Pakistan Signs $7 Billion Loan Agreement with IMF, Committing to Tax Reforms
Islamabad:Pakistan has finalized a loan agreement of $7 billion with the International Monetary Fund (IMF), wherein the government has assured the IMF of implementing taxes on agricultural income and the retail sector, and increasing the number of taxpayers by including other sectors in the tax net.
Before the new agreement, what sectors did the IMF demand taxes on from the government?
It is known that during negotiations between the IMF and federal and provincial governments, the IMF demanded taxes on agricultural income, which the provincial governments have also accepted. Now, those earning more than 600,000 annually from agricultural income will have to pay tax, while those earning more than 10 million annually will have to pay a tax of 45% as income tax.
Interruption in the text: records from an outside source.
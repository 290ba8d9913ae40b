import { createBrowserRouter, redirect, type LoaderFunctionArgs } from 'react-router-dom';
import { getMe, meQueryOptions } from '../features/auth/api/get-me';
import { plantQueryOptions } from '../features/floor/api/get-plant';
import { tankQueryOptions } from '../features/tanks/api/get-tank';
import { Loading } from '../components/ui/page-state';
import { queryClient } from '../lib/query-client';
import { ChangePasswordRoute } from './routes/change-password';
import { FloorRoute } from './routes/floor';
import { NotFoundRoute } from './routes/not-found';
import { RouteError } from './routes/route-error';
import { SignInRoute } from './routes/sign-in';
import { SCREENS } from './screens';
import { installSessionHandlers } from './session';
import { AppShell } from './shell/app-shell';

async function requireUser({ request }: LoaderFunctionArgs) {
  const user = await queryClient.ensureQueryData(meQueryOptions());
  if (!user) {
    const url = new URL(request.url);
    const next = url.pathname + url.search;
    throw redirect(next === '/' ? '/sign-in' : `/sign-in?next=${encodeURIComponent(next)}`);
  }
  // Start loading the plant while the shell renders.
  void queryClient.prefetchQuery(plantQueryOptions());
  return null;
}

/**
 * Already signed in: straight to the Floor. Asks the server, never a cached user, and leaves
 * the cache alone: the shell of an ending session is still mounted while this runs.
 */
async function skipSignInWhenSignedIn() {
  try {
    const user = await getMe();
    if (user) return redirect('/');
  } catch {
    // Server unreachable: show the form; signing in will report the problem.
  }
  return null;
}

export const router = createBrowserRouter([
  {
    path: '/first-run',
    lazy: async () => ({ Component: (await import('./routes/first-run')).FirstRunRoute }),
    errorElement: <RouteError />,
    hydrateFallbackElement: <Loading />,
  },
  {
    path: '/sign-in',
    loader: skipSignInWhenSignedIn,
    element: <SignInRoute />,
    errorElement: <RouteError />,
    hydrateFallbackElement: <Loading />,
  },
  {
    path: '/',
    loader: requireUser,
    element: <AppShell />,
    errorElement: <RouteError />,
    hydrateFallbackElement: <Loading label="Checking your session…" />,
    children: [
      {
        // A failing screen keeps the header, the clock and the connection state.
        errorElement: <RouteError />,
        children: [
          { index: true, element: <FloorRoute /> },
          { path: 'sites/:tag', element: <FloorRoute /> },
          {
            path: 'tanks/:id',
            loader: ({ params }) => {
              const id = Number(params.id);
              if (Number.isInteger(id) && id > 0) void queryClient.prefetchQuery(tankQueryOptions(id));
              return null;
            },
            lazy: async () => ({ Component: (await import('./routes/tank')).TankRoute }),
          },
          { path: SCREENS.setup.path.slice(1), lazy: async () => ({ Component: (await import('./routes/plant-setup')).PlantSetupRoute }) },
          { path: 'account/password', element: <ChangePasswordRoute /> },
          { path: SCREENS.alarms.path.slice(1), lazy: async () => ({ Component: (await import('./routes/alarm-desk')).AlarmDeskRoute }) },
          { path: SCREENS.bands.path.slice(1), lazy: async () => ({ Component: (await import('./routes/bands')).BandsRoute }) },
          { path: SCREENS.assays.path.slice(1), lazy: async () => ({ Component: (await import('./routes/assays')).AssaysRoute }) },
          { path: SCREENS.calibration.path.slice(1), lazy: async () => ({ Component: (await import('./routes/calibration')).CalibrationRoute }) },
          { path: SCREENS.dose.path.slice(1), lazy: async () => ({ Component: (await import('./routes/dose-advisor')).DoseAdvisorRoute }) },
          { path: SCREENS.roster.path.slice(1), lazy: async () => ({ Component: (await import('./routes/call-roster')).CallRosterRoute }) },
          { path: SCREENS.digest.path.slice(1), lazy: async () => ({ Component: (await import('./routes/shift-digest')).ShiftDigestRoute }) },
          { path: SCREENS.shiftLog.path.slice(1), lazy: async () => ({ Component: (await import('./routes/shift-log')).ShiftLogRoute }) },
          // Readings in and out: linked from the Shift log and the Shift digest rather than the crowded nav.
          { path: 'readings', lazy: async () => ({ Component: (await import('./routes/readings')).ReadingsRoute }) },
          { path: '*', element: <NotFoundRoute /> },
        ],
      },
    ],
  },
]);

installSessionHandlers((to, opts) => router.navigate(to, opts));
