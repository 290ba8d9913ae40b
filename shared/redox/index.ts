// Public surface of the redox chemistry. Pure and browser-safe: no I/O, nothing runs at import.
export * from './constants';
export * from './reference-electrodes';
export * from './nernst';
export * from './ratio';
export * from './calibration';
export * from './standards';
export * from './dosing';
The IMF has demanded taxes on agricultural income and the livestock sector by October of the current year, while federal and provincial governments have also confirmed the implementation of these taxes.
The IMF has demanded an increase in taxes on the retail sector during negotiations with the government delegation, in addition to requesting an increase in taxes collected from exports.
After the staff-level agreement, the IMF has also issued a statement stating that Pakistan needs reforms in fiscal and monetary policies, improvement in administrative matters of state-owned enterprises, increased human resources, and a conducive environment for investment in the country.
According to the IMF, after the agreements with Pakistan in 2023, inflation decreased, reserves increased, and economic stability improved in the country last year. Now, with the new agreements, there will be an increase in tax revenue, and there is a possibility of an increase in the tax-to-GDP ratio by up to 3%.